I have an array of numbers from 1 to 100 (both inclusive). The size of the array is 100. The numbers are randomly added to the array, but there is one random empty slot in the array.
What is the quickest way to find that slot as well as the number that should be put in the slot? A Java solution is preferable.
You can do this in O(n). Iterate through the array and compute the sum of all numbers. Now, sum of natural numbers from 1 to N, can be expressed as Nx(N+1)/2. In your case N=100.
Subtract the sum of the array from Nx(N+1)/2, where N=100.
That is the missing number. The empty slot can be detected during the iteration in which the sum is computed.
// will be the sum of the numbers in the array.
int sum = 0;
int idx = -1;
for (int i = 0; i < arr.length; i++)
{
if (arr[i] == 0)
{
idx = i;
}
else
{
sum += arr[i];
}
}
// the total sum of numbers between 1 and arr.length.
int total = (arr.length + 1) * arr.length / 2;
System.out.println("missing number is: " + (total - sum) + " at index " + idx);
We can use XOR operation which is safer than summation because in programming languages if the given input is large it may overflow and may give wrong answer.
Before going to the solution, know that A xor A = 0. So if we XOR two identical numbers the value is 0.
Now, XORing [1..n] with the elements present in the array cancels the identical numbers. So at the end we will get the missing number.
// Assuming that the array contains 99 distinct integers between 1..99
// and empty slot value is zero
int XOR = 0;
for(int i=0; i<100; i++) {
if (ARRAY[i] != 0) // remove this condition keeping the body if no zero slot
XOR ^= ARRAY[i];
XOR ^= (i + 1);
}
return XOR;
//return XOR ^ ARRAY.length + 1; if your array doesn't have empty zero slot.
Let the given array be A with length N. Lets assume in the given array, the single empty slot is filled with 0.
We can find the solution for this problem using many methods including algorithm used in Counting sort. But, in terms of efficient time and space usage, we have two algorithms. One uses mainly summation, subtraction and multiplication. Another uses XOR. Mathematically both methods work fine. But programatically, we need to assess all the algorithms with main measures like
Limitations(like input values are large(A[1...N]) and/or number of
input values is large(N))
Number of condition checks involved
Number and type of mathematical operations involved
etc. This is because of the limitations in time and/or hardware(Hardware resource limitation) and/or software(Operating System limitation, Programming language limitation, etc), etc. Lets list and assess the pros and cons of each one of them.
Algorithm 1 :
In algorithm 1, we have 3 implementations.

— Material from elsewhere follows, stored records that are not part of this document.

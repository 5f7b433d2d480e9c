/** Where the answer lies, seen from a neighbour's answer: the step of a search without an evaluation. */
import {
  AGE,
  BY_U,
  BY_UU,
  BY_UV,
  BY_V,
  BY_VV,
  DENSITY_AT_TEMPERATURE,
  DENSITY_NOW,
  FIRST_TARGET,
  FOLLOWS,
  FUNCTION_LENGTH,
  SECOND_TARGET,
  TEMPERATURE_AT_DENSITY,
  TEMPERATURE_NOW,
} from "./slots.js";

/** Rows over which members of third order serve: they enter the steps only, so that 10 % in them cost no evaluation. */
const OLDEST = 3;
/** Steps longer than this are no prediction. */
const FARTHEST = 0.5;

/**
 * Moves the start of a search from the neighbour's place, where `f` holds the functions, towards the new targets.
 * `at` [ln rho, ln T of the given variable over the neighbour's]: slot 0 for density, 1 for temperature; third order.
 */
export function predict(question: number, w: Float64Array, f: Float64Array, at: Float64Array): void {
  let du = at[0]!;
  let dv = at[1]!;
  if (question === TEMPERATURE_AT_DENSITY) {
    const rest = w[FIRST_TARGET]! - f[0]! - (f[BY_U]! + 0.5 * f[BY_UU]! * du) * du;
    dv = alone(rest, f[BY_V]! + f[BY_UV]! * du, f[BY_VV]!);
  } else if (question === DENSITY_AT_TEMPERATURE) {
    const rest = w[FIRST_TARGET]! - f[0]! - (f[BY_V]! + 0.5 * f[BY_VV]! * dv) * dv;
    du = alone(rest, f[BY_U]! + f[BY_UV]! * dv, f[BY_UU]!);
  } else {
    const g = FUNCTION_LENGTH;
    let restA = w[FIRST_TARGET]! - f[0]!;
    let restB = w[SECOND_TARGET]! - f[g]!;
    const inverse = 1 / (f[BY_U]! * f[g + BY_V]! - f[BY_V]! * f[g + BY_U]!);
    const linearU = (f[g + BY_V]! * restA - f[BY_V]! * restB) * inverse;
    const linearV = (f[BY_U]! * restB - f[g + BY_U]! * restA) * inverse;
    restA -= 0.5 * ((f[BY_UU]! * linearU + 2 * f[BY_UV]! * linearV) * linearU + f[BY_VV]! * linearV * linearV);
    restB -=
      0.5 * ((f[g + BY_UU]! * linearU + 2 * f[g + BY_UV]! * linearV) * linearU + f[g + BY_VV]! * linearV * linearV);
    du = (f[g + BY_V]! * restA - f[BY_V]! * restB) * inverse;
    dv = (f[BY_U]! * restB - f[g + BY_U]! * restA) * inverse;
  }
  const distance = Math.abs(du) + Math.abs(dv);
  w[AGE]! += 1;
  w[FOLLOWS] = w[AGE]! <= OLDEST && distance < FARTHEST ? 1 : 0;
  if (!(Math.abs(du) < FARTHEST)) du = 0;
  if (!(Math.abs(dv) < FARTHEST)) dv = 0;
  if (question !== TEMPERATURE_AT_DENSITY) w[DENSITY_NOW]! *= Math.exp(du);
  if (question !== DENSITY_AT_TEMPERATURE) w[TEMPERATURE_NOW]! *= Math.exp(dv);
}

/** The step of a power law on a constant (search.ts). */
function alone(rest: number, slope: number, bend: number): number {
  const plain = rest / slope;
  const stretch = (bend * rest) / (slope * slope);
  if (Math.abs(stretch) < 1e-5) return plain * (1 - 0.5 * stretch);
  return stretch > -0.95 ? (Math.log1p(stretch) * slope) / bend : Number.NaN;
}
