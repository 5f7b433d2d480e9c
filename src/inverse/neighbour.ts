/** A neighbour's state as functions with first derivatives, for a prediction. */
import type { State } from "../thermodynamics/equation-of-state.js";
import { BY_U, BY_UU, BY_UV, BY_V, BY_VV, ENERGY_KIND, ENTROPY_KIND, PRESSURE_KIND } from "./slots.js";

/** Writes value and first derivatives of a kind by ln rho and ln T at `f[at]`; second ones are not in a state. */
export function fillFromState(f: Float64Array, at: number, kind: number, state: State): void {
  const { density, temperature, pressure } = state;
  const byU = (name: "pressureByDensity" | "energyByDensity" | "entropyByDensity"): number => density * state[name];
  const pressureByV = temperature * state.pressureByTemperature;
  const energyByV = temperature * state.heatCapacityV;
  f[at + BY_UU] = 0;
  f[at + BY_UV] = 0;
  f[at + BY_VV] = 0;
  if (kind === PRESSURE_KIND) {
    f[at] = pressure;
    f[at + BY_U] = byU("pressureByDensity");
    f[at + BY_V] = pressureByV;
  } else if (kind === ENERGY_KIND) {
    f[at] = state.specificEnergy;
    f[at + BY_U] = byU("energyByDensity");
    f[at + BY_V] = energyByV;
  } else if (kind === ENTROPY_KIND) {
    f[at] = state.specificEntropy;
    f[at + BY_U] = byU("entropyByDensity");
    f[at + BY_V] = energyByV / temperature;
  } else {
    f[at] = state.specificEnthalpy;
    f[at + BY_U] = byU("energyByDensity") + state.pressureByDensity - pressure / density;
    f[at + BY_V] = energyByV + pressureByV / density;
  }
}
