/**
 * Roots of one quantity in one variable, and of two in two, on one smooth side of an equation of state.
 *
 * Steps are of third order: along a step the quantity is taken as an offset plus a power law with the value, slope and
 * curvature that the third-order members give,
 *
 *     f(u) = f_0 + (f_1/k)(e^(k (u - u_0)) - 1),   k = f_2/f_1   =>   u - u_0 = ln(1 + k (f* - f_0)/f_1)/k,
 *
 * with u = ln rho or ln T. That is exact for a power law on top of anything constant (the thermal energy of degenerate
 * matter, T^2 on top of the cold energy; a gas on top of photons) and for a logarithm (k = 0), and it sees from one
 * evaluation where the constant lies. In two variables each target is replaced by the one whose linear solution steps as
 * far as the power law along Newton's direction. To second order these are the methods of Halley and Chebyshev (Traub
 * 1964, Iterative Methods for the Solution of Equations, section 5.2). Brackets and halved steps keep them safe.
 */
import type { Composition } from "../matter/composition.js";
import { DENSITY, TEMPERATURE } from "../matter/plasma.js";
import type { Evaluator } from "../thermodynamics/evaluator.js";
import { fillFunction } from "./functions.js";
import {
  AGE,
  BEYOND_LOWER,
  BEYOND_UPPER,
  BY_U,
  BY_UU,
  BY_UV,
  BY_V,
  BY_VV,
  DENSITY_NOW,
  ENTROPY_KIND,
  EVALUATIONS,
  FIRST_TARGET,
  FOLLOWS,
  FOUND,
  FUNCTION_LENGTH,
  HIGHEST_DENSITY,
  HIGHEST_TEMPERATURE,
  LOST,
  LOWEST_DENSITY,
  LOWEST_TEMPERATURE,
  SECOND_TARGET,
  SIZE,
  STEP_U,
  STEP_V,
  TEMPERATURE_NOW,
} from "./slots.js";

/** A residual of this many units of the terms' size is rounding. */
export const ROUNDING: number = 3 * 2 ** -52;
/** A step whose square is below rounding: the members' own derivatives make it (free-energy.ts). */
const LAST_STEP = 6e-9;
/** The same where the residual is rounding: such a step is as uncertain as it is long. */
const LAST_NOISE = 2e-8;
/**
 * The same two after an evaluation of second order, with members of third order from the place before, 4e-6 away at most, and with
 * those of a neighbour, good to 10 %: what they make wrong stays near 1e-14 of the second-order members.
 */
const LAST_FRESH = 1e-10;
const FRESH_NOISE = 2e-9;
const LAST_STALE = 5e-14;
/**
 * An evaluation of second order does after a step shorter than this: with the members of third order of the place before, and with
 * those of a neighbour, the next residual is rounding.
 */
const SURE_FRESH = 4e-6;
const SURE_STEP = 5e-7;
/** Steps of one search before it gives up. */
const STEPS_IN_ONE = 80;
const STEPS_IN_TWO = 30;
/** Longest step in a logarithm. */
const LONGEST = 8;

/** The step in hand: a variable that several branches set is boxed. */
const stride = new Float64Array(1);

/** Function records of the quantities of a search. */
export const functionsOf = (): Float64Array => new Float64Array(2 * FUNCTION_LENGTH);

/**
 * Finds density (`inDensity`) or temperature at which the quantity of `kind` has its first target; the other variable
 * stays as it is in the record. Start and result are in the record `w`.
 */
export function searchOne(
  ev: Evaluator,
  composition: Composition,
  inDensity: boolean,
  kind: number,
  w: Float64Array,
  f: Float64Array,
): number {
  const { point, members } = ev;
  const slot = inDensity ? DENSITY_NOW : TEMPERATURE_NOW;
  const by = inDensity ? BY_U : BY_V;
  const twice = inDensity ? BY_UU : BY_VV;
  const bottom = w[inDensity ? LOWEST_DENSITY : LOWEST_TEMPERATURE]!;
  const top = w[inDensity ? HIGHEST_DENSITY : HIGHEST_TEMPERATURE]!;
  const target = w[FIRST_TARGET]!;
  const sign = inDensity && kind === ENTROPY_KIND ? -1 : 1;
  let low = bottom;
  let high = top;
  let lowSeen = false;
  let highSeen = false;
  let suspicions = 0;
  let doubtful = false;
  let limit = ROUNDING; // not 1 times it: a variable that starts as an integer is boxed later
  w[slot] = Math.min(Math.max(w[slot]!, bottom), top);
  w[STEP_U] = 0;
  w[STEP_V] = 0;
  for (let i = 0; i < STEPS_IN_ONE; i++) {
    const now: number = w[slot]!;
    point[DENSITY] = w[DENSITY_NOW]!;
    point[TEMPERATURE] = w[TEMPERATURE_NOW]!;
    const sure = w[AGE] === 0 ? SURE_FRESH : SURE_STEP;
    const brief: boolean = i === 0 ? w[FOLLOWS] === 1 : !doubtful && Math.abs(stride[0]!) < sure;
    doubtful = brief && i > 0;
    ev.fillMembers(composition, brief ? 2 : 3);
    if (!brief) w[AGE] = 0;
    w[EVALUATIONS]! += 1;
    fillFunction(f, 0, kind, point, members);
    const rest = (target - f[0]!) * sign;
    const slope = f[by]! * sign;
    if (!Number.isFinite(rest)) return LOST;
    if (Math.abs(rest) <= limit * f[SIZE]!) return FOUND;
    const scatter = Math.abs(rest) <= 8 * ROUNDING * f[SIZE]!; // the values themselves are no smoother
    if (scatter) limit *= 2;
    if (rest > 0) {
      low = now;
      lowSeen = true;
      if (now >= top) return BEYOND_UPPER;
    } else {
      high = now;
      highSeen = true;
      if (now <= bottom) return BEYOND_LOWER;
    }
    let floor = false;
    if (slope > 0) {
      const power = (f[twice]! * sign) / slope;
      const plain = rest / slope;
      const stretch = power * plain;
      if (Math.abs(stretch) < 1e-5) stride[0] = plain * (1 - 0.5 * stretch);
      else if (stretch > -0.95) stride[0] = Math.log1p(stretch) / power;
      else {
        stride[0] = -3 / power;
        floor = true;
      }
      const goal = now + now * stride[0]!;
      const last = brief
        ? w[AGE]! > 0
          ? LAST_STALE
          : scatter
            ? FRESH_NOISE
            : LAST_FRESH
        : scatter
          ? LAST_NOISE
          : LAST_STEP;
      if (Math.abs(stride[0]!) <= last && goal >= low && goal <= high) {
        w[inDensity ? STEP_U : STEP_V] = stride[0]!;
        return FOUND;
      }
    } else stride[0] = rest > 0 ? LONGEST : -LONGEST;
    suspicions = floor ? suspicions + 1 : 0;
    if (stride[0]! > LONGEST && !highSeen) stride[0] = LONGEST;
    else if (stride[0]! < -LONGEST && !lowSeen) stride[0] = -LONGEST;
    let next: number = now * Math.exp(stride[0]!);
    if (suspicions >= 3 && rest < 0 && !lowSeen) next = bottom;
    if (suspicions >= 3 && rest > 0 && !highSeen) next = top;
    if (next <= low) next = lowSeen ? Math.sqrt(low * now) : bottom;
    else if (next >= high) next = highSeen ? Math.sqrt(high * now) : top;
    if (lowSeen && highSeen && (high - low <= 4e-16 * high || next === now)) {
      // Neighbouring numbers on both sides: as near as the values' scatter, or a jump, allows.
      return Math.abs(rest) <= 1e-12 * f[SIZE]! ? FOUND : LOST;
    }
    if (i > 20 && lowSeen && highSeen && i % 2 === 0) next = Math.sqrt(low * high);
    w[slot] = next;
  }
  return LOST;
}

/**
 * Finds density and temperature at which the quantities of two kinds have their targets: Newton's direction with
 * stretched targets. Returns LOST where it does not converge; the caller then nests {@link searchOne}.
 */
export function searchTwo(
  ev: Evaluator,
  composition: Composition,
  first: number,
  second: number,
  w: Float64Array,
  f: Float64Array,
): number {
  const { point, members } = ev;
  let limit = ROUNDING;
  let before = Number.POSITIVE_INFINITY;
  let halvings = 0;
  let doubtful = false;
  w[STEP_U] = 0;
  w[STEP_V] = 0;
  for (let i = 0; i < STEPS_IN_TWO; i++) {
    point[DENSITY] = w[DENSITY_NOW]!;
    point[TEMPERATURE] = w[TEMPERATURE_NOW]!;
    const sure = w[AGE] === 0 ? SURE_FRESH : SURE_STEP;
    const brief: boolean = i === 0 ? w[FOLLOWS] === 1 : !doubtful && Math.abs(w[STEP_U]!) + Math.abs(w[STEP_V]!) < sure;
    doubtful = brief && i > 0;
    ev.fillMembers(composition, brief ? 2 : 3);
    if (!brief) w[AGE] = 0;
    w[EVALUATIONS]! += 1;
    fillFunction(f, 0, first, point, members);
    fillFunction(f, FUNCTION_LENGTH, second, point, members);
    const restA = w[FIRST_TARGET]! - f[0]!;
    const restB = w[SECOND_TARGET]! - f[FUNCTION_LENGTH]!;
    const shareA = Math.abs(restA) / f[SIZE]!;
    const shareB = Math.abs(restB) / f[FUNCTION_LENGTH + SIZE]!;
    const merit = shareA + shareB;
    if (shareA <= limit && shareB <= limit) {
      w[STEP_U] = 0;
      w[STEP_V] = 0;
      return FOUND;
    }
    const scatter = merit <= 8 * ROUNDING;
    if (scatter) limit *= 2;
    const aU = f[BY_U]!;
    const aV = f[BY_V]!;
    const bU = f[FUNCTION_LENGTH + BY_U]!;
    const bV = f[FUNCTION_LENGTH + BY_V]!;
    const determinant = aU * bV - aV * bU;
    const sound = Number.isFinite(merit) && f[SIZE]! > 0 && aU * aU + bV * bV > 0 && determinant !== 0;
    if (!sound || (merit > 3 * before && halvings < 6)) {
      // Back half way to where it was better.
      if (before === Number.POSITIVE_INFINITY || halvings >= 6) return LOST;
      halvings += 1;
      const half = -(0.5 ** halvings);
      w[DENSITY_NOW]! *= Math.exp(half * w[STEP_U]!);
      w[TEMPERATURE_NOW]! *= Math.exp(half * w[STEP_V]!);
      continue;
    }
    halvings = 0;
    before = merit;
    const inverse = 1 / determinant;
    let du = (bV * restA - aV * restB) * inverse;
    let dv = (aU * restB - bU * restA) * inverse;
    const bendA = (f[BY_UU]! * du + 2 * f[BY_UV]! * dv) * du + f[BY_VV]! * dv * dv;
    const bendB =
      (f[FUNCTION_LENGTH + BY_UU]! * du + 2 * f[FUNCTION_LENGTH + BY_UV]! * dv) * du +
      f[FUNCTION_LENGTH + BY_VV]! * dv * dv;
    const short = Math.abs(du) + Math.abs(dv) < 0.5;
    const alone = Math.abs(du) < 1e-3 * Math.abs(dv); // one variable steps: as in searchOne
    const wayA = stretched(restA, bendA, short, alone);
    const wayB = stretched(restB, bendB, short, alone);
    du = (bV * wayA - aV * wayB) * inverse;
    dv = (aU * wayB - bU * wayA) * inverse;
    const length = Math.max(Math.abs(du), Math.abs(dv));
    const last = brief
      ? w[AGE]! > 0
        ? LAST_STALE
        : scatter
          ? FRESH_NOISE
          : LAST_FRESH
      : scatter
        ? LAST_NOISE
        : LAST_STEP;
    if (length <= last) {
      w[STEP_U] = du;
      w[STEP_V] = dv;
      return FOUND;
    }
    if (!(length < 1e300)) return LOST;
    if (Math.abs(dv) > 1 && Math.abs(dv) > 20 * Math.abs(du)) {
      // Degenerate matter: the temperature is a small remainder of both quantities, noise until the density is found.
      const plain = restA / aU;
      const power = f[BY_UU]! / aU;
      const stretch = power * plain;
      const toFirst = Math.abs(stretch) < 1e-5 || stretch < -0.9 ? plain : Math.log1p(stretch) / power;
      if (Math.abs(toFirst) > 1e-6) {
        du = toFirst;
        dv = 0;
      }
    }
    du = Math.min(Math.max(du, -3), 3);
    dv = Math.min(Math.max(dv, -3), 3);
    const density = w[DENSITY_NOW]!;
    const temperature = w[TEMPERATURE_NOW]!;
    w[DENSITY_NOW] = Math.min(Math.max(density * Math.exp(du), w[LOWEST_DENSITY]!), w[HIGHEST_DENSITY]!);
    w[TEMPERATURE_NOW] = Math.min(
      Math.max(temperature * Math.exp(dv), w[LOWEST_TEMPERATURE]!),
      w[HIGHEST_TEMPERATURE]!,
    );
    if (w[DENSITY_NOW] === density && w[TEMPERATURE_NOW] === temperature) return LOST;
    w[STEP_U] = du;
    w[STEP_V] = dv;
  }
  return LOST;
}

/**
 * The distance to go on a straight line that goes as far as the power law with this bend; where the bend is that of the
 * other variable's step, half of it is taken off, on short steps only.
 */
function stretched(rest: number, bend: number, short: boolean, alone: boolean): number {
  if (rest === 0) return short ? -0.5 * bend : 0;
  const ratio = bend / rest;
  if (Math.abs(ratio) < 1e-5) return rest * (1 - 0.5 * ratio);
  if (alone && ratio <= -0.95) return 3.15 * rest;
  if (alone || (ratio > -0.8 && ratio < 4)) return (rest * Math.log1p(ratio)) / ratio;
  return short ? rest - 0.5 * bend : rest;
}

Calculate the total sum of all the numbers(this includes the unknown missing number) by using the mathematical formula(1+2+3+...+N=(N(N+1))/2). Here, N=100. Calculate the total sum of all the given numbers. Subtract the second result from the first result will give the missing number.
Missing Number = (N(N+1))/2) - (A[1]+A[2]+...+A[100])
Calculate the total sum of all the numbers(this includes the unknown missing number) by using the mathematical formula(1+2+3+...+N=(N(N+1))/2). Here, N=100. From that result, subtract each given number gives the missing number.
Missing Number = (N(N+1))/2)-A[1]-A[2]-...-A[100]
(Note:Even though the second implementation's formula is derived from first, from the mathematical point of view both are same. But from programming point of view both are different because the first formula is more prone to bit overflow than the second one(if the given numbers are large enough). Even though addition is faster than subtraction, the second implementation reduces the chance of bit overflow caused by addition of large values(Its not completely eliminated, because there is still very small chance since (N+1) is there in the formula). But both are equally prone to bit overflow by multiplication. The limitation is both implementations give correct result only if N(N+1)<=MAXIMUM_NUMBER_VALUE. For the first implementation, the additional limitation is it give correct result only if Sum of all given numbers<=MAXIMUM_NUMBER_VALUE.)
Calculate the total sum of all the numbers(this includes the unknown missing number) and subtract each given number in the same loop in parallel. This eliminates the risk of bit overflow by multiplication but prone to bit overflow by addition and subtraction.
//ALGORITHM
missingNumber = 0;
foreach(index from 1 to N)
{
missingNumber = missingNumber + index;
//Since, the empty slot is filled with 0,
//this extra condition which is executed for N times is not required.
//But for the sake of understanding of algorithm purpose lets put it.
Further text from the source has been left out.